[Collected data]

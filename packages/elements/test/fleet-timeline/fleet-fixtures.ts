// Fleet fixtures built by the SDK: the VESPER example fleet (packages/sdk/examples/fleet, invented)
// planned with planFleet (in the JSON form the element takes, fleetPlanToJson), a variant in which one satellite loses its
// passes of the first four days, and one moved a year later, after the bundled leap-second table's end.
import { type FleetDocument, type FleetPlanJson, fleetPlanToJson, planFleet } from '@tauline/sdk/fleet';
import { BUNDLED_LEAP_SECONDS, createTimeScales, defineLeapSecondTable, type TimeScales } from '@tauline/sdk/time';

const EXAMPLE = '/packages/sdk/examples/fleet/vesper-constellation.json';

let cached: FleetDocument | null = null;

/** The example fleet document (a fresh copy each call). */
export async function vesperFleet(): Promise<FleetDocument> {
  if (!cached) {
    const response = await fetch(EXAMPLE);
    cached = (await response.json()) as FleetDocument;
  }
  return structuredClone(cached);
}

/** The example fleet and its plan (every satellite held). */
export async function heldFleet(): Promise<{ fleet: FleetDocument; plan: FleetPlanJson }> {
  const fleet = await vesperFleet();
  return { fleet, plan: fleetPlanToJson(planFleet(fleet)) };
}

/** VESPER-3 keeps only the passes from its ninth on: too few passes, so the plan cannot hold it. */
export async function strandedFleet(): Promise<{ fleet: FleetDocument; plan: FleetPlanJson }> {
  const fleet = await vesperFleet();
  const sat = fleet.satellites[2]!;
  sat.passes = (sat.passes ?? []).slice(8);
  return { fleet, plan: fleetPlanToJson(planFleet(fleet)) };
}

/**
 * A test leap-second table: the bundled entries (last one 2017-01-01) declared valid until MJD 63 000
 * (2031-06-24), i.e. assuming no leap second through then. Invented for the test, not a published list.
 */
export function extendedTimeScales(): TimeScales {
  const { entries } = BUNDLED_LEAP_SECONDS;
  return createTimeScales(defineLeapSecondTable({ entries, validUntilMjd: 63_000, source: 'test: no leap to 2031' }));
}

/** Every ISO 8601 stamp of `value` (deeply) moved `seconds` later, read and written through `timeScales`. */
function shifted<T>(value: T, seconds: number, timeScales: TimeScales): T {
  if (typeof value === 'string' && /^\d{4}-\d\d-\d\dT/.test(value))
    return timeScales.formatIso(timeScales.parseIso(value, 'UTC').plus(seconds), { fractionDigits: 0 }) as T;
  if (Array.isArray(value)) return value.map((v) => shifted(v, seconds, timeScales)) as T;
  if (typeof value === 'object' && value !== null)
    return Object.fromEntries(Object.entries(value).map(([k, v]) => [k, shifted(v, seconds, timeScales)])) as T;
  return value;
}

/** The example fleet moved 365 days later (epoch 2028-02-01, after the bundled table's end 2027-06-28), planned on `extendedTimeScales()`. */
export async function laterFleet(): Promise<{ fleet: FleetDocument; plan: FleetPlanJson; timeScales: TimeScales }> {
  const timeScales = extendedTimeScales();
  const fleet = shifted(await vesperFleet(), 365 * 86400, timeScales);
  const plan = fleetPlanToJson(planFleet(fleet, { timeScales }), { timeScales });
  return { fleet, plan, timeScales };
}
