/**
 * Worker thread of `tauline simulate`: flies one contiguous range of Monte Carlo runs per task
 * (`simulatePlanRuns`) and posts the part back, with progress messages on the way. Started by
 * simulate-pool.ts from the built CLI (dist/simulate-worker.js).
 */
import { parentPort } from 'node:worker_threads';
import { type SteeringCommandJson, simulatePlanRuns, steeringCommandsFromJson } from '@tauline/sdk/steering';
import { createTimeScales, type LeapSecondTable } from '@tauline/sdk/time';

/** One task: the runs firstRun … firstRun + runCount − 1 of a plan, its commands in JSON form (ISO 8601 UTC). */
export interface SimulateTask {
  id: number;
  scenario: unknown;
  commands: SteeringCommandJson[];
  seed: number;
  firstRun: number;
  runCount: number;
  leapSeconds?: LeapSecondTable;
}

/** Runs between two progress messages (a message per run would cost more than the run). */
const PROGRESS_EVERY = 50;

const port = parentPort; // null when this file is not run as a worker: then it does nothing
port?.on('message', (task: SimulateTask) => {
  try {
    const scales = task.leapSeconds ? { timeScales: createTimeScales(task.leapSeconds) } : {};
    const part = simulatePlanRuns(
      task.scenario,
      { commands: steeringCommandsFromJson(task.commands, { ...scales, field: 'plan.commands' }) },
      {
        seed: task.seed,
        firstRun: task.firstRun,
        runCount: task.runCount,
        ...scales,
        onProgress: (done) => {
          if (done % PROGRESS_EVERY === 0) port.postMessage({ id: task.id, progress: PROGRESS_EVERY });
        },
      },
    );
    port.postMessage({ id: task.id, part }, [
      part.insideByEpoch.buffer as ArrayBuffer,
      part.alwaysInsideByRun.buffer as ArrayBuffer,
      part.worstByRunSeconds.buffer as ArrayBuffer,
    ]);
  } catch (error) {
    port.postMessage({
      id: task.id,
      error: error instanceof Error ? `${error.name}: ${error.message}` : String(error),
    });
  }
});
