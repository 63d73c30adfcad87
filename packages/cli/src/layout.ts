/**
 * Terminal layout for `tauline` tables and prose: display width (wide and combining characters
 * counted properly), word wrapping, and tables that fit {@link TABLE_WIDTH} columns by wrapping their
 * headers and moving long columns under their row. `--wide` (every command) keeps the long form.
 */
import type { ParsedArgs } from './framework.js';
import { escapeControlCharacters } from './text-safety.js';

/** Columns every default table and paragraph fits in. */
export const TABLE_WIDTH = 100;

/**
 * Code-point ranges drawn two columns wide in a terminal: East Asian Wide and Fullwidth characters of the
 * CJK, Hangul, kana and fullwidth-forms blocks (Unicode Standard Annex #11, East Asian Width, classes W
 * and F; from memory [M]). Emoji with default emoji presentation are wide as well (see {@link displayWidth}).
 */
const WIDE: readonly (readonly [number, number])[] = [
  [0x1100, 0x115f],
  [0x2e80, 0x303e],
  [0x3041, 0x33ff],
  [0x3400, 0x4dbf],
  [0x4e00, 0x9fff],
  [0xa000, 0xa4cf],
  [0xa960, 0xa97f],
  [0xac00, 0xd7a3],
  [0xf900, 0xfaff],
  [0xfe10, 0xfe19],
  [0xfe30, 0xfe6f],
  [0xff00, 0xff60],
  [0xffe0, 0xffe6],
  [0x16fe0, 0x16fe4],
  [0x17000, 0x18aff],
  [0x1b000, 0x1b2ff],
  [0x20000, 0x2fffd],
  [0x30000, 0x3fffd],
];

/** Emoji drawn as pictures by default (Unicode property Emoji_Presentation), two columns wide (UAX #11 since Unicode 9 [M]). */
const EMOJI_PRESENTATION = /\p{Emoji_Presentation}/u;

/** Zero-width code points: combining marks, zero-width joiners/spaces, variation selectors (Unicode general categories Mn/Me/Cf [M]). */
const ZERO_WIDTH =
  /[\u0300-\u036f\u0483-\u0489\u0591-\u05bd\u0610-\u061a\u064b-\u065f\u0e31\u0e34-\u0e3a\u1ab0-\u1aff\u1dc0-\u1dff\u200b-\u200f\u2028-\u202e\u2060-\u2064\u20d0-\u20ff\ufe00-\ufe0f\ufe20-\ufe2f\ufeff]/u;

function isWide(codePoint: number): boolean {
  let lo = 0;
  let hi = WIDE.length - 1;
  while (lo <= hi) {
    const mid = (lo + hi) >> 1;
    const range = WIDE[mid];
    if (range === undefined) throw new RangeError(`WIDE[${mid}] is outside its ${WIDE.length} ranges`);
    const [a, b] = range;
    if (codePoint < a) hi = mid - 1;
    else if (codePoint > b) lo = mid + 1;
    else return true;
  }
  return false;
}

/** Columns `text` takes in a terminal: wide characters count 2, combining and zero-width ones 0, others 1. */
export function displayWidth(text: string): number {
  if (/^[\x20-\x7e]*$/.test(text)) return text.length; // printable ASCII: one column each
  let width = 0;
  for (const ch of text) {
    const cp = ch.codePointAt(0) ?? 0; // ch is one whole code point here
    if (cp < 0x20 || (cp >= 0x7f && cp < 0xa0) || ZERO_WIDTH.test(ch)) continue;
    width += isWide(cp) || EMOJI_PRESENTATION.test(ch) ? 2 : 1;
  }
  return width;
}

/**
 * Word-wraps one paragraph to `width` display columns (unlimited when undefined). Continuation lines
 * start with `indent`; a word longer than a line stays whole on its own line (never cut).
 */
export function wrapText(text: string, width: number | undefined, indent = ''): string[] {
  if (width === undefined || displayWidth(text) <= width) return [text];
  // Break only at spaces, keeping the spacing inside a line as written (aligned key/value pairs stay aligned).
  const parts = text.split(/( +)/);
  const lines: string[] = [];
  let line = parts[0] ?? '';
  let lineHasWord = line.trim() !== '';
  for (let k = 1; k < parts.length; k += 2) {
    const gap = parts[k] ?? '';
    const word = parts[k + 1] ?? '';
    if (word === '') continue;
    if (lineHasWord && displayWidth(line + gap + word) > width) {
      lines.push(line);
      line = indent + word;
    } else line += gap + word;
    lineHasWord = true;
  }
  lines.push(line);
  return lines;
}

/**
 * Wraps every line of `text` to `width` (unlimited when undefined); keeps a trailing newline. A line's
 * continuation is indented like the line plus two columns (none for an unindented line).
 */
export function wrapLines(text: string, width: number | undefined): string {
  if (width === undefined) return text;
  return text
    .split('\n')
    .map((l) => {
      const lead = /^ */.exec(l)?.[0] ?? '';
      return wrapText(l, width, lead === '' ? '' : `${lead}  `).join('\n');
    })
    .join('\n');
}

/** An `out` that wraps what it is given to `width` (see {@link wrapLines}); tables already fitted pass unchanged. */
export function wrappedOut(out: (text: string) => void, width: number | undefined): (text: string) => void {
  return (text) => out(wrapLines(text, width));
}

/** Whether a cell reads as a number (aligned right): optional sign (ASCII or U+2212), then a digit or a point. */
const NUMERIC = /^[-+\u2212]?[\d.]/;
/** Cells that stand for "no value" and do not decide a column's alignment. */
const NO_VALUE = new Set(['—', '', 'n/a']);

/** How {@link fitTable} lays a table out. */
export interface TableOptions {
  /** Display width to fit (default {@link TABLE_WIDTH}); undefined means no limit (the `--wide` form). */
  width?: number | undefined;
  /**
   * Columns (indices) that may leave the row when the table is too wide even with wrapped headers: they
   * are printed, in this order, on lines under their row as `header: value`, wrapped to the width.
   */
  below?: readonly number[];
  /** Of the `below` columns, those printed without their header (e.g. a reason that reads on its own). */
  unlabelled?: readonly number[];
  /**
   * Last resort when the table is still too wide: the columns after the first `keys` form these groups
   * (each kept whole), and the table is printed as several panels, one under the other, each repeating the
   * first `keys` columns and holding as many groups as fit.
   */
  panels?: { keys: number; groups: readonly (readonly number[])[] };
  /** Text printed under each row (wrapped) whatever the width; undefined or '' for none. */
  notes?: readonly (string | undefined)[];
}

/** One column of a table being fitted. */
interface Column {
  /** Its index in the caller's headers and rows. */
  index: number;
  header: string;
  /** Widest cell, in display columns. */
  dataWidth: number;
  /** Holds numbers only (and empty marks): right-aligned. */
  numeric: boolean;
}

/** A planned layout: the columns kept, each with its header lines. */
interface Plan {
  columns: { column: Column; headerLines: string[] }[];
  /** Display width of the widest possible row. */
  width: number;
}

/** Whether column `i` holds numbers and empty marks ("—") only, at least one number; an empty table counts as numeric. */
function isNumericColumn(cells: readonly (readonly string[])[], i: number): boolean {
  let any = false;
  for (const r of cells) {
    const c = r[i] ?? '';
    if (NO_VALUE.has(c)) continue;
    if (!NUMERIC.test(c)) return false;
    any = true;
  }
  return any || cells.length === 0;
}

/**
 * Renders rows as an aligned text table that fits `options.width`: numbers right-aligned (a column of
 * numbers and "—" counts as numeric), headers wrapped onto several lines when that makes it fit, then the
 * `below` columns moved under their rows (or, with `panels`, the table split). Ends with a newline.
 * Cell widths are measured once; layouts are planned on column widths and only the chosen one is drawn.
 */
export function fitTable(
  headers: readonly string[],
  rows: readonly (readonly (string | number)[])[],
  options: TableOptions = {},
): string {
  const width = 'width' in options ? options.width : TABLE_WIDTH;
  // Control characters from input files are escaped before measuring, so the columns stay aligned.
  const cells = rows.map((r) => r.map((c) => escapeControlCharacters(String(c))));
  const measured = cells.map((texts) => ({ texts, widths: texts.map(displayWidth) }));
  const columns: Column[] = headers.map((header, index) => ({
    index,
    header,
    dataWidth: 0,
    numeric: isNumericColumn(cells, index),
  }));
  // Widest cell of each column, by a loop: spreading a long column into Math.max overflows the call stack (~125 000 rows).
  for (const { widths } of measured) {
    widths.forEach((w, i) => {
      const column = columns[i];
      if (column !== undefined && w > column.dataWidth) column.dataWidth = w;
    });
  }
  const planWidth = (kept: Plan['columns']) =>
    kept.reduce((sum, k) => sum + columnWidth(k.column, k.headerLines), 0) + 2 * Math.max(0, kept.length - 1);
  const pick = (indices: readonly number[]): Column[] => indices.flatMap((i) => columns[i] ?? []);

  // The columns in `keep`, their headers wrapped one at a time (the one overhanging its column most first) until the table fits.
  const plan = (keep: readonly Column[]): Plan => {
    const kept = keep.map((column) => ({ column, headerLines: [column.header] }));
    let w = planWidth(kept);
    if (width === undefined) return { columns: kept, width: w };
    const overhang = kept
      .map((k) => ({
        k,
        short: wrapText(k.column.header, Math.max(k.column.dataWidth, ...k.column.header.split(' ').map(displayWidth))),
      }))
      .map((o) => ({ ...o, saved: displayWidth(o.k.column.header) - Math.max(...o.short.map(displayWidth)) }))
      .filter((o) => o.saved > 0)
      .sort((x, y) => y.saved - x.saved);
    for (const { k, short } of overhang) {
      if (w <= width) break;
      k.headerLines = short;
      w = planWidth(kept);
    }
    return { columns: kept, width: w };
  };

  const draw = (p: Plan, moved: readonly Column[]): string => drawTable(p, moved, measured, width, options);

  const moved: Column[] = [];
  let chosen = plan(columns);
  for (const column of pick(options.below ?? [])) {
    if (width === undefined || chosen.width <= width) break;
    moved.push(column);
    chosen = plan(columns.filter((c) => !moved.includes(c)));
  }
  if (width !== undefined && chosen.width > width && options.panels && moved.length === 0) {
    const { keys, groups } = options.panels;
    const lead = columns.slice(0, keys);
    const panels: Column[][] = [];
    let current: Column[] = [];
    for (const group of groups.map(pick)) {
      if (current.length > 0 && plan([...lead, ...current, ...group]).width > width) {
        panels.push(current);
        current = [];
      }
      current.push(...group);
    }
    if (current.length > 0) panels.push(current);
    // Notes and moved columns are not combined with panels: a table uses one or the other.
    return panels.map((p) => draw(plan([...lead, ...p]), [])).join('\n');
  }
  return draw(chosen, moved);
}

/** A column's width: its widest cell or header line. */
function columnWidth(c: Column, lines: readonly string[]): number {
  return Math.max(c.dataWidth, ...lines.map(displayWidth));
}

/** Draws a planned table: header lines, rule, rows, and under each row its moved columns and note. */
function drawTable(
  p: Plan,
  moved: readonly Column[],
  measured: readonly { texts: readonly string[]; widths: readonly number[] }[],
  width: number | undefined,
  options: TableOptions,
): string {
  const laid = p.columns.map((k) => ({ ...k, width: columnWidth(k.column, k.headerLines) }));
  /** One line: each kept column's text (`known`: its display width when measured already) padded to the column. */
  const fmt = (cell: (l: (typeof laid)[number]) => { text: string; known?: number }) =>
    laid
      .map((l) => {
        const { text, known } = cell(l);
        const fill = ' '.repeat(Math.max(0, l.width - (known ?? displayWidth(text))));
        return l.column.numeric ? fill + text : text + fill;
      })
      .join('  ')
      .trimEnd();
  const out: string[] = [];
  // Multi-line headers sit at the bottom of their block, next to the rule.
  const depth = Math.max(...laid.map((l) => l.headerLines.length));
  for (let k = 0; k < depth; k++)
    out.push(fmt((l) => ({ text: l.headerLines[k - (depth - l.headerLines.length)] ?? '' })));
  out.push(laid.map((l) => '─'.repeat(l.width)).join('  '));
  // Text under a row starts under its second column (at most 8 columns in).
  const indent = ' '.repeat(Math.min(8, (laid[0]?.width ?? 0) + 2));
  measured.forEach(({ texts: r, widths }, k) => {
    out.push(fmt((l) => ({ text: r[l.column.index] ?? '', known: widths[l.column.index] ?? 0 })));
    const under: string[] = [];
    const movedText = moved
      .filter((c) => !NO_VALUE.has(r[c.index] ?? ''))
      .map((c) => (options.unlabelled?.includes(c.index) ? (r[c.index] ?? '') : `${c.header} ${r[c.index]}`))
      .join(', ');
    if (movedText !== '') under.push(movedText);
    const note = options.notes?.[k];
    if (note) under.push(note);
    for (const text of under) out.push(...wrapText(indent + text, width, `${indent}  `));
  });
  return `${out.join('\n')}\n`;
}

/** The display width the table output of a command fits: {@link TABLE_WIDTH}, or none with `--wide`. */
export function outputWidth(args: ParsedArgs): number | undefined {
  return args.values.wide === true ? undefined : TABLE_WIDTH;
}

→ EXERCISE REQUIREMENTS: Would you state how many lines of the data above hold the string "null"? Reply with the number alone.

→ RESPONSE AREA: 3